Currently, most NeRF-related works have been carried out based on camera image data or indoor LiDAR scan data [18, 23, 24, 25, 5, 26, 27, 28, 29, 30, 20, 22, 31], with only a few works using LiDAR point cloud data in the outdoor environment [4, 32, 33, 14]. In contrast to the camera, LiDAR is comparably robust to day-and-night light changes and different weather conditions [34, 35]. Moreover, LiDAR can capture accurate distance information, which is extremely helpful for large-scale and high-accuracy outdoor mapping of the environment [36, 4]. Therefore, it is significant to explore further reconstructing the outdoor environmental representation with LiDAR-based NeRF.

The main contributions of this paper are as follows:

$\bullet$ A large-scale and high-precision 3D scene reconstruction framework called parent-child neural radiance fields (PC-NeRF) effectively improves the reconstruction performance under partial sensor data loss in outdoor environments. We partition the entire autonomous vehicle driving environment into large blocks, denoted as parent NeRFs, and subdivide these blocks into geometric segments known as child NeRFs. This partition enables us to jointly optimize scene-level, segment-level, and point-level scene representations.

$\bullet$ To our knowledge, our proposed PC-NeRF is the first NeRF-based large-scale 3D scene reconstruction method using sparse and partially lost LiDAR point clouds, even though NeRF is a dense volumetric representation typically constructed using large amounts of sensor data. Our proposed PC-NeRF improves the data utilization efficiency of the remaining point cloud by constructing segment-level representations.

$\bullet$ With extensive experiments, our proposed PC-NeRF has been validated for its high deployment efficiency. Training for just one epoch in most evaluation scenarios is sufficient to achieve high-precision 3D reconstruction results, even under severe partial sensor data loss conditions.

II Related Works

With NeRF’s inherent advantages of continuous dense volumetric representation, NeRF-based techniques in novel view synthesis [32, 33, 14, 30, 28, 29], scene reconstruction [37, 5, 26, 27, 38, 30, 28, 29], and localization systems [23, 24, 25, 4, 31, 39] have rapidly developed and are highly referential and informative. NeRF’s ability to model continuous scene representations is also an essential basis for our proposed PC-NeRF, which uses LiDAR data as inputs and divides the spaces into different scales. Therefore, this section reviews the literature on LiDAR-based NeRF and space-division-based NeRF.

II-A LiDAR-Based NeRF

Motivated by NeRF’s capability to render photo-realistic novel image views, several works have explored the potential of NeRF on LiDAR point cloud data for novel view synthesis [32, 33, 14] and robot navigation [4, 31, 39].

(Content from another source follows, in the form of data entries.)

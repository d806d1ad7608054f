"""Wear counting against a plain run of the same program, in one process.

Run:  python tests/bench/bench_wear.py [--repeat N] [--program PATH]

Three ways to run programs/ref8/ledger.asm on ref8 from power-on to its halt,
as ``relaybench run`` does (a new emulator, load, run, RESUME at each pause):

* **plain** — no counting (the fast path with block translation);
* **wear** — with the relay counts ``run --wear`` keeps (``count_wear``);
* **stepped wear** — the same counts phase by phase (an observer attached,
  the way ``run --wear`` counted before the fast path could), over the
  first ``--stepped-cycles`` cycles only, scaled to the whole run.

The counted and the plain run must end in the same state, the counts of
the fast run must equal those of a phase-by-phase run over the same first
cycles, and over the whole run the counts kept in translated blocks must
equal those of the fused functions alone. Timings are the best of N CPU times, taken in turn each
round. Target: wear within 1.5× of plain.
"""

from __future__ import annotations

import argparse
import sys
import time
from pathlib import Path

ROOT = Path(__file__).resolve().parents[2]
sys.path.insert(0, str(ROOT))

from emu import Emulator, Observer, load_machine  # noqa: E402
from emu.runs import load_program, run_loaded, start_emulator  # noqa: E402
from emu.timing import count_wear  # noqa: E402

TARGET = 1.5
CYCLE_CAP = 50_000_000
MACHINE = load_machine("ref8")


def fresh(program) -> Emulator:
    return start_emulator(program, MACHINE)


def timed(run) -> tuple[float, object]:
    start = time.process_time()
    result = run()
    return time.process_time() - start, result


def plain(program):
    emu = fresh(program)
    run_loaded(program, MACHINE, emulator=emu, max_cycles=CYCLE_CAP)
    return emu


def counted(program, cycles=CYCLE_CAP, stepped=False, blocks=True):
    emu = fresh(program)
    if stepped:
        emu.observe(Observer())
    with count_wear(emu) as wear:
        wear.tally.blocks.enabled = blocks
        run_loaded(program, MACHINE, emulator=emu, max_cycles=cycles)
    return emu, wear.counts


def main() -> int:
    parser = argparse.ArgumentParser(description=__doc__.splitlines()[0])
    parser.add_argument("--repeat", type=int, default=3)
    parser.add_argument("--program", default=str(ROOT / "programs" / "ref8" / "ledger.asm"))
    parser.add_argument("--stepped-cycles", type=int, default=300_000)
    args = parser.parse_args()
    program = load_program(args.program, MACHINE)

    first = args.stepped_cycles
    _emu, fast_counts = counted(program, cycles=first)
    _emu, stepped_counts = counted(program, cycles=first, stepped=True)
    assert fast_counts == stepped_counts, "fast and phase-by-phase wear counts differ"
    _emu, with_blocks = counted(program)
    _emu, without_blocks = counted(program, blocks=False)
    assert with_blocks == without_blocks, "wear counted in blocks differs from the fused functions' count"

    best = {"plain": float("inf"), "wear": float("inf")}
    for _ in range(args.repeat):
        seconds, emu = timed(lambda: plain(program))
        best["plain"] = min(best["plain"], seconds)
        seconds, (counted_emu, _counts) = timed(lambda: counted(program))
        best["wear"] = min(best["wear"], seconds)
        assert (emu.cycles, emu.pc, bytes(emu.memory)) == (counted_emu.cycles, counted_emu.pc,
                                                            bytes(counted_emu.memory))
    stepped_seconds, _result = timed(lambda: counted(program, cycles=first, stepped=True))
    stepped_whole = stepped_seconds * emu.cycles / first

    ratio = best["wear"] / best["plain"]
    print(f"{Path(args.program).name}: {emu.cycles:,} cycles, {emu.instructions:,} instructions")
    print(f"  plain          {best['plain']:8.3f} s")
    print(f"  wear           {best['wear']:8.3f} s   {ratio:5.2f}× plain (target ≤ {TARGET}×)")
    print(f"  stepped wear   {stepped_whole:8.3f} s   {stepped_whole / best['plain']:5.1f}× plain "
          f"(estimated from the first {first:,} cycles)")
    return 0 if ratio <= TARGET else 1


if __name__ == "__main__":
    sys.exit(main())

The goal of novel view synthesis is to generate a view of a 3D scene from a viewpoint where no real sensor image has been captured, allowing the opportunity to observe real scenes from a virtual perspective. Neural Fields for LiDAR (NFL) [14] combines the rendering power of neural fields with a detailed, physically motivated model of the LiDAR sensing process, thus enabling it to accurately reproduce key sensor behaviors like beam divergence, secondary returns, and ray dropping. LiDAR-NeRF [32] converts the 3D point cloud into the range pseudo image in 2D coordinates and then optimizes three losses, including absolute geometric error, point distribution similarity, and realism of point attributes. Similar to LiDAR-NeRF, NeRF-LiDAR [33] has also employed the spherical projection strategy and consists of three key components: NeRF reconstruction of the driving scenes, realistic LiDAR point clouds generation, and point-wise semantic label generation. However, if more than one laser point is projected onto the same pseudo-pixel, only the one with the smallest distance is retained [32]. Besides, it is particularly noticeable when using small resolution range pseudo images, as spherical projections can lead to significant information loss [40].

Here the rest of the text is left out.